How we taste with our eyes

Some people might scoff at the concept of “presentation” when it comes to food. But the fact is, looks matter. Even the color of the plate or cup can change how our brain registers the taste of the food. And a new study from researchers at the Polytechnic University of Valencia and Oxford University further proves this phenomenon.

Scientists gave 57 participants hot chocolate in four different colored mugs: white, cream, red and orange with a white interior.

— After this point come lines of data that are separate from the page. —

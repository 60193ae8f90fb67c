from __future__ import annotations

from pathlib import Path

import numpy as np
import pytest
from hypothesis import given, settings
from hypothesis import strategies as st
from pydantic import ValidationError

from fem.case.wording import notes
from fem.material import Material, Table

ROWS = {
    "density": "1080 kg/m3",
    "freezing_point": "-1.6 degC",
    "temperature": {"unit": "degC", "values": [-30, -10, -1.600001, -1.6, 20]},
    "enthalpy": {"unit": "kJ/kg", "values": [-300, -240, -150, -6, 72]},
    "conductivity": {"unit": "W/m/K", "values": [1.9, 1.7, 1.2, 0.5, 0.55]},
    "ice": {"unit": "%", "values": [75, 70, 40, 0, 0]},
}


def table(**keys: object) -> Material:
    rows = {name: value for name, value in (ROWS | keys).items() if value is not None}
    return Table.model_validate(rows).build()


def column(unit: str, *values: float) -> dict[str, object]:
    return {"unit": unit, "values": list(values)}


def test_rows_come_out_as_they_went_in() -> None:
    material = table()
    np.testing.assert_array_equal(material.curve.T, ROWS["temperature"]["values"])
    np.testing.assert_allclose(material.curve.H, 1080e3 * np.array(ROWS["enthalpy"]["values"]), rtol=1e-14)
    np.testing.assert_allclose(
        material.curve.conductivity(material.curve.T), ROWS["conductivity"]["values"], rtol=1e-14
    )
    np.testing.assert_allclose(material.ice([-40.0, -20.0, -1.0]), [0.75, 0.725, 0.0])
    assert material.range == (-30.0, 20.0)
    assert material.front_enthalpy() == pytest.approx(-6 * 1080e3)


def test_it_goes_on_with_its_end_slopes_and_holds_its_conductivity() -> None:
    curve = table().curve
    assert curve.enthalpy(-50.0) / 1080e3 == pytest.approx(-360.0)
    assert curve.enthalpy(40.0) / 1080e3 == pytest.approx(72 + 20 * 78 / 21.6)
    np.testing.assert_array_equal(curve.conductivity([-90.0, 60.0]), [1.9, 0.55])


def test_enthalpy_per_volume_and_other_units_mean_the_same() -> None:
    mass = table(density="1000 kg/m3")
    volume = table(
        density="1000 kg/m3",
        temperature=column("K", *(273.15 + np.array(ROWS["temperature"]["values"]))),
        enthalpy=column("MJ/m3", *ROWS["enthalpy"]["values"]),
        ice=column("kg/kg", 0.75, 0.7, 0.4, 0, 0),
    )
    np.testing.assert_allclose(volume.curve.H, mass.curve.H, rtol=1e-13)
    np.testing.assert_allclose(volume.curve.T, mass.curve.T, atol=1e-12)
    assert np.diff(volume.curve.T)[2] == pytest.approx(1e-6, rel=1e-6)
    np.testing.assert_allclose(volume.ice([-20.0]), mass.ice([-20.0]))


def test_without_a_column_of_ice_it_does_not_pretend_to_know() -> None:
    material = table(ice=None)
    assert not material.has_ice
    assert np.all(np.isnan(material.ice([-20.0, 5.0])))
    assert table().has_ice


def test_latent_heat_is_what_sensible_heat_does_not_explain() -> None:
    # Frozen slope 3 kJ/kg/K between -30 and -10 degC: 294 - 3 * 28.4 kJ/kg down to -30 degC.
    assert table().latent_heat() / 1080e3 == pytest.approx(294 - 3 * 28.4)
    assert np.isnan(table(freezing_point=None).latent_heat())
    assert table(freezing_point=None).front_enthalpy() is None


def test_a_file_is_read_beside_the_case(tmp_path: Path) -> None:
    (tmp_path / "mix.csv").write_text(
        "temperature [degC], enthalpy [kJ/kg], conductivity [W/m/K], ice [%]\n"
        "-30, -300, 1.9, 75\n-10, -240, 1.7, 70\n-1.600001, -150, 1.2, 40\n-1.6, -6, 0.5, 0\n"
        "20, 72, 0.55, 0\n"
    )
    raw = {"density": "1080 kg/m3", "freezing_point": "-1.6 degC", "file": "mix.csv"}
    material = Table.model_validate(raw, context={"folder": tmp_path}).build()
    np.testing.assert_array_equal(material.curve.T, table().curve.T)
    np.testing.assert_array_equal(material.curve.H, table().curve.H)
    assert material.ice(-20.0) == pytest.approx(0.725)


@pytest.mark.parametrize(
    ("text", "said"),
    [
        (None, "cannot read"),
        ("temperature [degC],enthalpy [kJ/kg],conductivity [W/m/K],ise [%]\n0,0,1,0\n", 'mean "ice"?'),
        ("temperature [degC],enthalpy [kJ/kg]\n0,0\n", 'no column "conductivity"'),
        ("temperature [degC],enthalpy [kJ/kg],conductivity [W/m]\n0,0,1\n", "mix.csv, conductivity:"),
        ("temperature [degC],enthalpy [kJ/kg],conductivity [W/m/K]\n0,0,1\n", "two at least"),
        ("temperature [degC],enthalpy [kJ/kg],conductivity [W/m/K]\n0,0,1\n-1,2,1\n", "row 2 is -1 degC"),
        ("temperature [degC],enthalpy [kJ/kg],conductivity [W/m/K]\n0,0,1\n1,x,1\n", 'line 3, enthalpy: "x"'),
        ("temperature [degC],enthalpy [kJ/kg],conductivity [W/m/K]\n0,0,1\n1,inf,1\n", "not a finite number"),
    ],
)
def test_a_file_that_cannot_be_used_is_refused_at_its_key(
    tmp_path: Path, text: str | None, said: str
) -> None:
    if text is not None:
        (tmp_path / "mix.csv").write_text(text)
    with pytest.raises(ValidationError) as caught:
        Table.model_validate({"density": "1080 kg/m3", "file": "mix.csv"}, context={"folder": tmp_path})
    (error,) = caught.value.errors()
    assert error["loc"] == ("file",)
    assert said in error["msg"]


@pytest.mark.parametrize(
    ("keys", "place", "said"),
    [
        ({"temperature": column("degC", -30, -10, -10, -1.6, 20)}, ("temperature",),
         "row 3 is -10 degC, row 2 is -10 degC"),
        ({"enthalpy": column("kJ/kg", -300, -240, -150, -160, 72)}, ("enthalpy",),
         "row 4 is -160 kJ/kg, row 3 is -150 kJ/kg"),
        ({"conductivity": column("W/m/K", 1, 1, 1)}, ("conductivity",), "has 3 values, but temp"),
        ({"conductivity": column("W/m/K", 1, 1, 0, 1, 1)}, ("conductivity",), "row 3: must be above 0"),
        ({"enthalpy": column("kJ/kg", -300, -240, float("nan"), -6, 72)}, ("enthalpy", "values"),
         "row 3: nan is not a finite number"),
        ({"enthalpy": column("kJ", *ROWS["enthalpy"]["values"])}, ("enthalpy",), "no unit of specific"),
        ({"enthalpy": column("", *ROWS["enthalpy"]["values"])}, ("enthalpy",), "has no unit"),
        ({"ice": column("%", 75, 101, 40, 0, 0)}, ("ice",), "row 2: must be at most 100 %"),
        ({"ice": column("%", 75, 70, 40, 0, -1)}, ("ice",), "row 5: must be at least 0 %"),
        ({"freezing_point": "-40 degC"}, ("freezing_point",), "outside the rows"),
        ({"conductivity": None}, (), "conductivity not given"),
        ({"temperature": column("degC", 1), "enthalpy": column("kJ/kg", 1),
          "conductivity": column("W/m/K", 1), "ice": None, "freezing_point": None},
         ("temperature",), "two at least"),
    ],
)  # fmt: skip
def test_rows_that_cannot_be_right_are_refused(
    keys: dict[str, object], place: tuple[str, ...], said: str
) -> None:
    with pytest.raises(ValidationError) as caught:
        table(**keys)
    (note,) = notes(caught.value, Table, ())
    assert note.path == place
    assert said in note.message


def test_a_file_beside_lists_is_refused(tmp_path: Path) -> None:
    (tmp_path / "mix.csv").write_text(
        "temperature [degC],enthalpy [kJ/kg],conductivity [W/m/K]\n0,0,1\n1,2,1\n"
    )
    with pytest.raises(ValidationError) as caught:
        Table.model_validate(ROWS | {"file": "mix.csv"}, context={"folder": tmp_path})
    (note,) = notes(caught.value, Table, ())
    assert note.path == ("file",)
    assert "not both" in note.message


@st.composite
def tables(draw: st.DrawFn) -> Material:
    count = draw(st.integers(2, 8))
    steps = [draw(st.sampled_from([1e-6, 1e-3, 0.1, 3.0])) for _ in range(count - 1)]
    rises = [draw(st.floats(1.0, 300.0)) for _ in range(count - 1)]
    T = -30.0 + np.concatenate([[0.0], np.cumsum(steps)])
    H = -400.0 + np.concatenate([[0.0], np.cumsum(rises)])
    k = [draw(st.floats(0.2, 2.5)) for _ in range(count)]
    rows = {"temperature": column("degC", *T), "enthalpy": column("kJ/kg", *H)}
    return table(**rows, conductivity=column("W/m/K", *k), ice=None, freezing_point=None)


@settings(max_examples=60, deadline=None)
@given(tables(), st.lists(st.floats(-0.2, 1.2), min_size=1, max_size=12))
def test_every_table_is_sound(material: Material, places: list[float]) -> None:
    curve = material.curve
    T = curve.T[0] + np.array(places) * (curve.T[-1] - curve.T[0])
    np.testing.assert_allclose(curve.temperature(curve.enthalpy(T)), T, rtol=0, atol=1e-9)
    H = curve.H[0] + np.array(places) * (curve.H[-1] - curve.H[0])
    at = curve.at(np.sort(H))
    assert np.all(np.diff(at.temperature) >= 0.0)
    assert np.all(np.diff(at.kirchhoff) >= 0.0)
    # Across each row pair the integral of k is the trapezoid of what was typed, however thin.
    k = curve.conductivity(curve.T)
    np.testing.assert_allclose(
        np.diff(curve.theta), np.diff(curve.T) * (k[:-1] + k[1:]) / 2, rtol=1e-7, atol=1e-13
    )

The hot chocolate was exactly the same in all four mugs, but all of the subjects reported that the chocolate in the orange and cream mugs was tastier.

This effect isn’t rare for both food and container – coffee in brown mugs is said to be richer and more aromatic, spicy food that is actually red is perceived to be hotter, etc. – bit it isn’t well understood. That’s because there are no hard and fast rules about how this interaction works between brain and taste buds. There are a million variations between the plate/cup/container and the kind of food itself.

Betina Piqueras-Fiszman is one of the authors of the study:

The color of the recipient where you serve food and drinks can enhance some of its attributes, like flavor and aroma. There’s no fix rule to tell which color enhances what food. This varies depending on the type of food but the truth is that the effect is there. Companies should pay more attention to the recipient because it has a a lot more potential than what you imagine.

Now if only we could find what color will get kids to eat their vegetables.